What were the effects of the US government policies toward Native Americans in the mid 1800s?

Near the beginning of his first term as President, George Washington declared that a just Native American policy was one of his highest priorities, explaining that "The Government of the United States are determined that their Administration of Indian Affairs shall be directed entirely by the great principles of Justice and humanity."1 The Washington administration's initial policy toward Native Americans was enunciated in June of 1789. Secretary of War Henry Knox explained that the Continental Congress had needlessly provoked Native Americans following the Revolution by insisting on American possession of all territory east of the Mississippi River. Congress had previously argued that by supporting the British during the war Native Americans had forfeited any claim to territory on the western frontier of American settlement. However, this perspective ignored the fact that only a portion of tribes had actually supported the British.

In 1787, the Confederation Congress enacted the Northwest Ordinance, opening the Ohio Valley to new American settlement. Members of the Western Lakes Confederacy reacted by utilizing armed resistance to protect their land. These events increased the urgency for Washington to develop a formal method for managing Indian affairs. In referring to the constitutional grant of treaty-making powers to the chief executive—with the "advice and consent" of the Senate—Washington declared that a similar practice should also apply to agreements with Native Americans. The Senate acceded to the President's wishes and accepted treaties as the basis for conducting Indian relations.

In response, Congress proceeded to approve a treaty with seven northern tribes (the Shawnee, Miami, Ottawa, Chippewa, Iroquois, Sauk, and Fox).

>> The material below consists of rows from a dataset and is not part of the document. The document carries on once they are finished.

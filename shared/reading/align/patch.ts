/** A piece of the page, sampled from the photo through a map: darkness on a grid of layout millimetres. */
import type { FieldMap } from '../geometry/page-map.ts'
import type { Grey } from '../pixels/grey.ts'
import type { PaperLevel } from '../pixels/paper.ts'

/** The picture that fields are measured on, and its own perspective (layout mm to px of this picture). */
export interface Picture {
  grey: Grey
  paper: PaperLevel
}

export interface Patch {
  /** Left and top edge, mm. */
  x: number
  y: number
  step_mm: number
  columns: number
  rows: number
  /** 0 paper to 1 black, row by row; NaN outside the picture. */
  darkness: Float32Array
}

const DARKEST_PAPER = 12

/** Samples between pixels; the paper's level is taken from its own coarse map at each place. */
export function samplePatch(
  { grey, paper }: Picture,
  { homography: h, center, displacement: d }: FieldMap,
  area: { x: number; y: number; width: number; height: number },
  step_mm: number,
): Patch {
  const columns = Math.max(1, Math.round(area.width / step_mm))
  const rows = Math.max(1, Math.round(area.height / step_mm))
  const darkness = new Float32Array(columns * rows)
  const { width, height, data } = grey
  const level = paper.level
  const perBlock = 1 / paper.block_px
  for (let row = 0; row < rows; row++) {
    const y = area.y + (row + 0.5) * step_mm
    const v = y - center.y
    for (let column = 0; column < columns; column++) {
      const x = area.x + (column + 0.5) * step_mm
      const u = x - center.x
      const mx = x + d.dx + d.dxx * u + d.dxy * v
      const my = y + d.dy + d.dyx * u + d.dyy * v
      const w = 1 / (h[6]! * mx + h[7]! * my + h[8]!)
      const px = (h[0]! * mx + h[1]! * my + h[2]!) * w - 0.5
      const py = (h[3]! * mx + h[4]! * my + h[5]!) * w - 0.5
      const at = row * columns + column
      if (px < 0 || py < 0 || px >= width - 1 || py >= height - 1) {
        darkness[at] = Number.NaN
        continue
      }
      const x0 = px | 0
      const y0 = py | 0
      const fx = px - x0
      const i = y0 * width + x0
      const top = data[i]! + (data[i + 1]! - data[i]!) * fx
      const bottom = data[i + width]! + (data[i + width + 1]! - data[i + width]!) * fx
      const value = top + (bottom - top) * (py - y0)
      const bx = Math.min(Math.max(px * perBlock - 0.5, 0), level.width - 1.001)
      const by = Math.min(Math.max(py * perBlock - 0.5, 0), level.height - 1.001)
      const c0 = bx | 0
      const r0 = by | 0
      const gx = bx - c0
      const k = r0 * level.width + c0
      const upper = level.data[k]! + (level.data[k + 1]! - level.data[k]!) * gx
      const lower = level.data[k + level.width]! + (level.data[k + level.width + 1]! - level.data[k + level.width]!) * gx
      const white = Math.max(DARKEST_PAPER, upper + (lower - upper) * (by - r0))
      darkness[at] = Math.min(1, Math.max(0, 1 - value / white))
    }
  }
  return { x: area.x, y: area.y, step_mm, columns, rows, darkness }
}

const BINS = 48

/**
 * One value a column (or a row): the darkness that at least `share` of its cells reach. A printed line reaches all along,
 * a stroke of writing only in places. Darkness over `clip` counts as `clip`, so that pens do not outshout pale frames.
 */
export function lineProfile(
  patch: Patch,
  along: 'columns' | 'rows',
  from_mm: number,
  to_mm: number,
  share: number,
  clip: number,
  use?: (other_mm: number) => boolean,
): Float32Array {
  const { columns, rows, step_mm, darkness } = patch
  const count = along === 'columns' ? columns : rows
  const across = along === 'columns' ? rows : columns
  const origin = along === 'columns' ? patch.y : patch.x
  const picked: number[] = []
  for (let i = 0; i < across; i++) {
    const mm = origin + (i + 0.5) * step_mm
    if (mm >= from_mm && mm <= to_mm && (!use || use(mm))) picked.push(i)
  }
  const profile = new Float32Array(count)
  const bins = new Uint16Array(BINS)
  for (let i = 0; i < count; i++) {
    bins.fill(0)
    let seen = 0
    for (const j of picked) {
      const value = darkness[along === 'columns' ? j * columns + i : i * columns + j]!
      if (Number.isNaN(value)) continue
      bins[Math.min(BINS - 1, ((value / clip) * (BINS - 1) + 0.5) | 0)]!++
      seen++
    }
    if (seen === 0 || seen < picked.length / 2) continue
    let left = seen * share
    let bin = BINS - 1
    while (bin > 0 && left > bins[bin]!) left -= bins[bin--]!
    profile[i] = (bin / (BINS - 1)) * clip
  }
  return profile
}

This agreement, however, lacked meaningful protection of tribal land. To the northern tribes this ineffectual treaty and the constant intrusion into their lands by droves of settlers meant that the American government had little control over its own citizens. Members of the northern tribes believed it was necessary to deploy force to prevent further incursions.

Washington's desire to protect American citizens led to an American military response. In 1790 and 1791, Washington dispatched armies to confront Native forces, and in both instances the Americans were soundly defeated. Responding to these two embarrassing setbacks, Congress authorized a five-thousand man regular army to quell resistance. Led by General "Mad Anthony" Wayne, the Legion inflicted a crushing defeat on the Indian confederation in the Summer of 1794. This decisive battle and the ensuing Treaty of Greenville brought a tentative peace to the northwest in 1795.

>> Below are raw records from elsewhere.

/**
 * Follows the dark rules that run across the page at the head of each section: they show how the paper waves between its edges,
 * where no mark stands, before any field is looked for.
 */
import { cellBounds } from '../../layouts/geometry.ts'
import type { Layout } from '../../layouts/layout.ts'
import type { Homography } from '../geometry/homography.ts'
import { type Anchor, ResidualField } from '../geometry/residual-field.ts'
import { agreeing, lineEnd } from './line-ends.ts'
import type { Mark } from './marks.ts'
import { lineProfile, type Picture, samplePatch } from './patch.ts'

/** Section rules are printed from the left to the right margin, this far from the page's edges, mm. */
const MARGIN_MM = 14
/** The rule under the head of every sheet, between the upper codes. */
const HEAD_RULE = { y: 14.4, left: 31, right: 180 } as const
const STEP_MM = 0.16
/** A window is short enough to be straight, and long enough to hold more than one letter or stroke, mm. */
const WINDOW_MM = 4
/** From one window to the next, a rule turns no more than this, mm. */
const TURN_MM = 0.45
const FIRST_REACH_MM = 1.6
/** Darkness over the paper beside it that a rule keeps along a window. */
const LEAST_CONTRAST = 0.16
/** Windows without a rule after which a trace ends. */
const MOST_GAPS = 3
/** Traces from both sides that part by more than this do not follow the same line, mm. */
const MEET_MM = 0.4

/** Steps that are kept stand so far apart, mm, and weigh as much as a field. */
const APART_MM = 8
const STEP_WEIGHT = 1

interface Step {
  x: number
  dy: number
}

/** Height of the darkest row (over most of its length) near an expected one; null where there is none. */
function lineNear(picture: Picture, homography: Homography, at: Anchor, lean: number, reach_mm: number): number | null {
  const half = reach_mm + 0.7
  const displacement = { dx: at.dx, dy: at.dy, dxx: 0, dxy: 0, dyx: lean, dyy: 0 }
  const area = { x: at.x - WINDOW_MM / 2, y: at.y - half, width: WINDOW_MM, height: 2 * half }
  const patch = samplePatch(picture, { homography, center: at, displacement }, area, STEP_MM)
  const { rows } = patch
  // Dark over three quarters of the window: letters and strokes are not.
  const row = lineProfile(patch, 'rows', patch.x, patch.x + WINDOW_MM, 0.75, 1)
  const beside = Math.round(0.7 / STEP_MM)
  let best = { contrast: LEAST_CONTRAST, y: -1 }
  for (let y = beside; y < rows - beside; y++) {
    const own = (row[y - 1]! + 2 * row[y]! + row[y + 1]!) / 4
    const contrast = own - Math.max(row[y - beside]!, row[y + beside]!)
    if (contrast > best.contrast) best = { contrast, y }
  }
  if (best.y < 0) return null
  let sum = 0
  let moment = 0
  for (let y = best.y - beside + 1; y < best.y + beside; y++) {
    const rise = Math.max(0, row[y]! - 0.05)
    sum += rise
    moment += rise * y
  }
  return at.dy + (moment / sum + 0.5) * STEP_MM - half
}

function trace(picture: Picture, homography: Homography, field: ResidualField, y: number, from: number, to: number): Step[] {
  const direction = Math.sign(to - from)
  const steps: Step[] = []
  let gaps = 0
  let lean = 0
  let last: Step | null = null
  for (let x = from + (direction * WINDOW_MM) / 2; direction * (to - x) > 0; x += direction * WINDOW_MM) {
    const guess = field.at({ x, y })
    const expected: number = last ? last.dy + lean * (x - last.x) : guess.dy
    const reach = last ? TURN_MM * (1 + gaps) : FIRST_REACH_MM
    const at = { x, y, dx: guess.dx, dy: expected, weight: 1 }
    const dy = lineNear(picture, homography, at, last ? lean : guess.dyx, reach)
    if (dy === null) {
      if (++gaps > MOST_GAPS) break
      continue
    }
    if (last) lean = 0.4 * lean + (0.6 * (dy - last.dy)) / (x - last.x)
    else lean = guess.dyx
    gaps = 0
    last = { x, dy }
    steps.push(last)
  }
  return steps
}

/** A printed line across, mm. */
interface Rule {
  y: number
  left: number
  right: number
}

/** Heights of one rule, where traces from both ends agree or only one came by. */
function traceRule(picture: Picture, homography: Homography, field: ResidualField, { y, left, right }: Rule): Mark[] {
  const forth = trace(picture, homography, field, y, left, right)
  const back = trace(picture, homography, field, y, right, left)
  return thin(merge(forth, back)).map(({ x, dy }) => {
    const { dx } = field.at({ x, y })
    return { key: 'rule', x, y, dx, dy, weight: STEP_WEIGHT, onlyDown: true as const }
  })
}

/** The rule under the head and all section rules. */
export function traceRules(picture: Picture, layout: Layout, homography: Homography, anchors: readonly Anchor[]): Mark[] {
  const sections = layout.sections.map(({ y }) => ({ y, left: MARGIN_MM, right: layout.page.width - MARGIN_MM }))
  const field = new ResidualField(anchors)
  return [HEAD_RULE, ...sections].flatMap((rule) => traceRule(picture, homography, field, rule))
}

/** Steps of a rule that must be found within a piece of it. */
const FEWEST_STEPS = 2

/** Whether a line was followed between two places. */
export const isTraced = (anchors: readonly Anchor[], { y, left, right }: Rule): boolean =>
  anchors.filter((a) => a.onlyDown && Math.abs(a.y - y) < 0.1 && a.x >= left && a.x <= right).length >= FEWEST_STEPS

/** An end counts for the lines beside it too, this far, mm. */
const BESIDE_MM = 4
/** Where the fields around tell of less bending than this, mm, the page is flat under a line, seen or not. */
const FLAT_MM = 0.35
/** A line that was followed, without its ends, is placed sideways by the fields around where these tell of less, mm. */
const SIDEWAYS_MM = 0.6

/** Whether the place of a line without frame is known within 1 mm: by itself and its ends, or by flat paper around. */
export function isPlaced(anchors: readonly Anchor[], field: ResidualField, line: Rule): boolean {
  const sides = [line.left, line.right].map((x) => ({ x, bend: field.at({ x, y: line.y }) }))
  if (!isTraced(anchors, line)) return sides.every(({ bend }) => Math.hypot(bend.dx, bend.dy) < FLAT_MM)
  const hasEnd = (x: number) => anchors.some((a) => !a.onlyDown && Math.abs(a.y - line.y) < 0.1 && Math.abs(a.x - x) < BESIDE_MM)
  return sides.every(({ x, bend }) => Math.abs(bend.dx) < SIDEWAYS_MM || hasEnd(x))
}

/** Lines that stand so near each other, mm, are followed as one. */
const SAME_LINE_MM = 6

/** The lines under signatures and remarks, which have no frame of their own: to be followed when all fields are placed. */
export function traceBaselines(picture: Picture, layout: Layout, homography: Homography, anchors: readonly Anchor[]): Mark[] {
  const rules: Rule[] = []
  for (const cell of layout.cells) {
    if (cell.kind !== 'line' && cell.kind !== 'signature') continue
    const { x, y, width, height } = cellBounds(cell)
    const rule = rules.find(
      (r) => Math.abs(r.y - y - height) < 0.1 && x - r.right < SAME_LINE_MM && r.left - x - width < SAME_LINE_MM,
    )
    if (!rule) rules.push({ y: y + height, left: x, right: x + width })
    else {
      rule.left = Math.min(rule.left, x)
      rule.right = Math.max(rule.right, x + width)
    }
  }
  const field = new ResidualField(anchors)
  const followed = rules.flatMap((rule) => traceRule(picture, homography, field, rule))
  const lower = new ResidualField([...anchors, ...followed])
  const ends = layout.cells.flatMap((cell) => {
    if (cell.kind !== 'signature') return []
    const { x, y, width, height } = cellBounds(cell)
    const line = { y: y + height, left: x, right: x + width }
    if (!isTraced(followed, line)) return []
    const both = [
      lineEnd(picture, homography, lower, { x, y: line.y }, 1),
      lineEnd(picture, homography, lower, { x: line.right, y: line.y }, -1),
    ]
    return both.flatMap((end) => end ?? [])
  })
  return [...followed, ...agreeing(ends)]
}

/** Height of a trace between its steps; null outside or across a gap. */
function heightAt(steps: readonly Step[], x: number): number | null {
  for (let i = 1; i < steps.length; i++) {
    const [a, b] = [steps[i - 1]!, steps[i]!]
    const share = (x - a.x) / (b.x - a.x)
    if (share >= 0 && share <= 1 && Math.abs(b.x - a.x) <= 2 * WINDOW_MM) return a.dy + share * (b.dy - a.dy)
  }
  return null
}

/** Fewer steps say as much, each for more of the rule. */
function thin(steps: Step[]): Step[] {
  let last = Number.NEGATIVE_INFINITY
  return steps
    .sort((a, b) => a.x - b.x)
    .filter(({ x }) => {
      if (x - last < APART_MM) return false
      last = x
      return true
    })
}

function merge(forth: readonly Step[], back: readonly Step[]): Step[] {
  const both = [
    ...forth.map((s) => ({ s, other: heightAt(back, s.x) })),
    ...back.map((s) => ({ s, other: heightAt(forth, s.x) })),
  ]
  const agreed = both.filter(({ s, other }) => other !== null && Math.abs(other - s.dy) < MEET_MM).map(({ s }) => s)
  const parted = both.filter(({ s, other }) => other !== null && Math.abs(other - s.dy) >= MEET_MM).length
  // A trace that no other contradicts stands; where two part, each is believed near its own edge only.
  if (parted === 0) return both.map(({ s }) => s)
  return agreed.length > 2 * parted ? agreed : [...forth.slice(0, 3), ...back.slice(0, 3)]
}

Simultaneously, as momentous events in the north unfolded, Washington also faced challenges from the four southern tribes. For the Cherokees and the more distant Choctaws and Chickasaws, Washington sought messages of assurance, friendship, and plans for trade. The formidable Creeks were the fourth southern tribe. Washington regarded the Creek with considerable apprehension because of their disagreement with the state of Georgia's interpretation of three treaties that had been negotiated by that state during the 1780s. These treaties included significant cessions of land from the Creeks to Georgia that the tribe did not recognize.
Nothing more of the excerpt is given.